Figure 3 shows the simultaneous levels of two features (E and Rm) depending on the combination compound × aging. This represents an illustration of the interaction of both factors on the two considered strength characteristics.

Figure 3

Illustration of the Rm and E relationship of aging cycles and chemical compounds. I–IV are sections of graph.

Analyzing the relationship between the chemical compounds, aging cycles, and their influence on the strength parameters (E and Rm), it can be stated that the compounds in the Section III of the graph have a positive effect on these parameters (in the studied period), and the negative ones in the Section II. Variants close to the center can be considered the most neutral in terms of strength changes in relation to the controls without aging process.

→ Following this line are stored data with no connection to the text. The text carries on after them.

#[cfg(test)]
mod tests {
    use super::*;

    fn home() -> Scenario {
        let text = r#"
[home]
supply = "split-phase"
timezone = "UTC"
[run]
start = "2027-01-04T00:00"
length = "10 min"
[[appliance]]
id = "kettle"
wiring = "L1-N"
behaviour = "steady"
load = "resistive"
states = [{ power = "1500 W", pf = 1.0 }]
[[appliance]]
id = "dryer"
wiring = "L1-L2"
behaviour = "steady"
load = "resistive"
states = [{ power = "4 kW", pf = 1.0 }]
"#;
        crate::scenario::load_str(std::path::Path::new("two.toml"), text.into()).unwrap()
    }

    /// Lent batches hold what copied ones hold, and once they are dropped
    /// every column is back in the chunk, empty, with its room kept.
    #[test]
    fn lent_columns_come_back_with_their_room() {
        let s = home();
        let tables = Tables::new(&s);
        let tl = crate::loads::timelines(&s, s.run.steps());
        let mut chunks = 0;
        crate::simulate::simulate(&s, &tl, s.intervals(), 256, |c| {
            let rows = c.readings.rows();
            let copied = tables.batches(c);
            let mut owned = c.clone();
            let mut lent = Lent::default();
            let batches = tables.lend_batches(&mut owned, &mut lent);
            assert_eq!(batches, copied);
            drop(batches);
            lent.give_back(&mut owned);
            let r = &owned.readings;
            let t = &owned.truth;
            let f32s = r
                .line_p
                .iter()
                .chain(&r.line_q)
                .chain(&r.line_v)
                .chain(&r.line_i)
                .chain([&r.n_i, &r.total_p, &r.total_q, &t.unmetered_p])
                .chain(&t.app_p)
                .chain(&t.app_q)
                .chain(t.app_line_p.iter().flatten());
            for v in f32s {
                assert!(v.is_empty() && v.capacity() >= rows);
            }
            for v in &t.app_state {
                assert!(v.is_empty() && v.capacity() >= rows);
            }
            chunks += 1;
            Ok::<(), crate::electrical::settle::Diverged>(())
        })
        .unwrap();
        assert_eq!(chunks, 3); // 600 rows in chunks of 256
    }
}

Applying the analysis of variants, considering at the same time the average values of the observed properties (E and Rm), it can be concluded that the best strength properties were shown by such compounds with aging cycles as FR 8, MAS 8 and 16, and DAP 16. This is confirmation supporting a positive effect on the strength properties of wood in an aging time context. The worst effects were demonstrated for the variants not subjected to aging, i.e., those protected with MAP, DAP, Bx, BA, and U. Moreover, these compounds, in the variant without aging, showed the most negative impact on the strength properties of wood.

4. Conclusions

Extending the aging process in the case of control and boric acid-protected samples does not significantly change the strength between the eight and 16th cycles. The greatest changes in strength were shown by FR.

Some of the compounds contained in FR have an antagonistic effect related to the compressive strength of wood. The greatest influence on this phenomenon is probably the content of boric acid and MAP. Due to the lack of detailed data on the chemical composition of the preparation, it is not possible to clearly determine which of these compounds causes the greatest changes. This is indicated by the results obtained during laboratory tests and their statistical analysis. Changes in the compressive strength and Young’s modulus compared to control wood, especially along with the elongation of the aging time, are caused by the chemical nature of individual components. The pH of the solutions of individual components was 321, which is of the greatest importance with regard to the decrease in strength. Acidic FRs can lead to the glucose dehydration process, resulting in cellulose depolymerization and reducing strength of wood fibers.